The mortgage broking industry has voiced concern over recent statements by the major bank CEOs that their approval times on home loans through branches were now reduced to a matter of hours, or a few days at most, whilst approvals for the mortgage broker channel ranged from “slightly longer” than the branch network to “an average of around 12 days.”
This is not the case according to data provided by two major broker aggregators.

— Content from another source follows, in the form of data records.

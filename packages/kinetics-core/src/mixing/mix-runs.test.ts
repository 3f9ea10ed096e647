import { describe, expect, it } from "vitest";
import { alkali, chained, dye, run, solute, stock } from "./example-sheets";
import { mixRuns } from "./mix-runs";

describe("concentrations at mixing time", () => {
  it("equal volumes of 25 µmol/L and 0.2 mol/L give 12.5 µmol/L and 0.1 mol/L (common practice)", () => {
    const mixing = mixRuns({
      solutions: [dye, alkali],
      runs: [
        {
          label: "R01",
          portions: [
            { solution: "dye", volume: 5 },
            { solution: "alkali", volume: 5 },
          ],
          total: { kind: "sum" },
        },
      ],
    });
    expect(mixing.species).toEqual(["D", "Na+", "OH-"]);
    expect(run(mixing, "R01").concentrations).toEqual({ D: 12.5e-6, "Na+": 0.1, "OH-": 0.1 });
    expect(run(mixing, "R01").totalVolume).toBe(10);
  });

  it("made up to the mark the solvent is what is left, and summed it is a portion", () => {
    const portions = [
      { solution: "dye", volume: 2 },
      { solution: "alkali", volume: 1 },
    ];
    const mixing = mixRuns({
      solutions: [dye, alkali],
      runs: [
        { label: "mark", portions, total: { kind: "mark", volume: 10 } },
        { label: "sum", portions: [...portions, { solution: null, volume: 7 }], total: { kind: "sum" } },
        { label: "blank", portions: [], total: { kind: "mark", volume: 10 } },
      ],
    });
    expect(run(mixing, "mark").concentrations.D).toBeCloseTo(5e-6, 18);
    expect(run(mixing, "sum").concentrations).toEqual(run(mixing, "mark").concentrations);
    expect(run(mixing, "blank").concentrations).toEqual({ D: 0, "Na+": 0, "OH-": 0 });
  });

  it("goes through dilution steps and mixed reagents", () => {
    const mixing = mixRuns({
      solutions: [
        // Order does not matter: a later one may be drawn from.
        {
          kind: "mixture",
          name: "D/100",
          portions: [{ solution: "D/10", volume: 10 }],
          total: { kind: "mark", volume: 100 },
        },
        dye,
        {
          kind: "mixture",
          name: "D/10",
          portions: [{ solution: "dye", volume: 10 }],
          total: { kind: "mark", volume: 100 },
        },
      ],
      runs: [
        {
          label: "R01",
          portions: [
            { solution: "D/100", volume: 1 },
            { solution: "dye", volume: 1 },
          ],
          total: { kind: "sum" },
        },
      ],
    });
    expect(run(mixing, "R01").concentrations.D).toBeCloseTo((0.25e-6 + 25e-6) / 2, 15);
    expect(mixing.solutions.map((row) => row.label)).toEqual(["D/100", "dye", "D/10"]);
  });
});

describe("ionic strength", () => {
  const charges = { "Na+": 1, "OH-": -1, "SO4 2-": -2, D: 1, "Cl-": -1 };

  it("is half the sum of c z², with its uncertainty, for every run", () => {
    const sulfate = stock("sulfate", solute("Na2SO4", 0.1, 0.01, { "Na+": 2, "SO4 2-": 1 }));
    const mixing = mixRuns({
      charges,
      solutions: [alkali, sulfate],
      runs: [
        { label: "alkali", portions: [{ solution: "alkali", volume: 1 }], total: { kind: "sum" } },
        { label: "sulfate", portions: [{ solution: "sulfate", volume: 1 }], total: { kind: "sum" } },
      ],
    });
    expect(run(mixing, "alkali").ionicStrength).toEqual({ value: 0.2, standardUncertainty: 0 });
    const strength = run(mixing, "sulfate").ionicStrength;
    expect(strength?.value).toBeCloseTo(0.3, 14);
    // Sodium and sulfate carry the same error: 1 % of the whole, not less by averaging.
    expect(strength?.standardUncertainty).toBeCloseTo(0.003, 14);
    expect(run(mixing, "sulfate").flags).toEqual([]);
  });

  it("is not given, or is flagged, where a charge or a counter-ion is missing", () => {
    const mixing = mixRuns({
      charges,
      solutions: [dye, stock("neutral", solute("E", 1))],
      runs: [
        { label: "dye", portions: [{ solution: "dye", volume: 1 }], total: { kind: "sum" } },
        { label: "neutral", portions: [{ solution: "neutral", volume: 1 }], total: { kind: "sum" } },
      ],
    });
    expect(run(mixing, "dye").flags[0]).toMatchObject({ code: "charges-unbalanced", severity: "weakens" });
    expect(run(mixing, "neutral").ionicStrength).toBeNull();
    expect(run(mixing, "neutral").flags[0]?.code).toBe("charge-missing");
    expect(run(mixRuns({ ...chained, charges: {} }), "R01").ionicStrength).toBeNull();
    expect(run(mixRuns(chained), "R01").ionicStrength).toBeNull();
  });
});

Latest data on approval times for the mortgage broking channel shows that Australians who apply for loans with the “Big Four” banks using a mortgage broker are waiting a median of 23 days, or more than three weeks for unconditional approval.
Mortgage & Finance Association (MFAA) CEO Mike Felton said the broking industry was confused and concerned by the statements of the CEOs of the major banks, and by the likely impact on consumers.
“We are obviously concerned that the leaders of major lenders are promoting these turnaround times, when most customers applying through brokers – who represent approximately 60 per cent of all Australians seeking a home loan – are experiencing nothing of the sort,” Mr Felton said.
“For brokers and their customers, this is not a level playing field, and the evident prioritising of customers who come through their own branch network is having a massive competitive impact.
“In today’s extremely competitive housing market, waiting more than three weeks to be approved is a nightmare for customers who are trying to bid on a home and secure finance,” Mr Felton said.
Mr Felton said that while claims of the lender CEOs varied, they were consistent in their message that home loan approvals through the branch network were being approved within hours or days – significantly quicker than those received through the broker channel.
“The big four bank CEOs claimed that approvals for the broker channel ranged from “slightly longer” than the branch network to “an average of around 12 days.” This is a gross underestimate of what brokers are experiencing, and in no way supported by the data,” Mr Felton said.
“While the Big Four have been lauded this week for bringing down approval times, listed major aggregator AFG released its Mortgage Index to the ASX last week. This showed that turnaround times have spiked to a three-year high for AFG brokers to a median across all lenders of 27.1 days for the quarter ending 31 March. At the same time, major aggregator Connective has released a new data source that shows that the median unconditional approval times for loans approved in the past week by the Big Four via Connective brokers was 23 days, with individual big four lender medians ranging from 19 to 36 days.
“These numbers are in stark contrast to the approval times recently presented by the Big Four banks to the Standing Committee on Economics, and potentially represent a major disadvantage for any customer who wishes to benefit from the experience and choice offered by a broker but does not want to, or is unable to, borrow through the branch network of our four largest banks.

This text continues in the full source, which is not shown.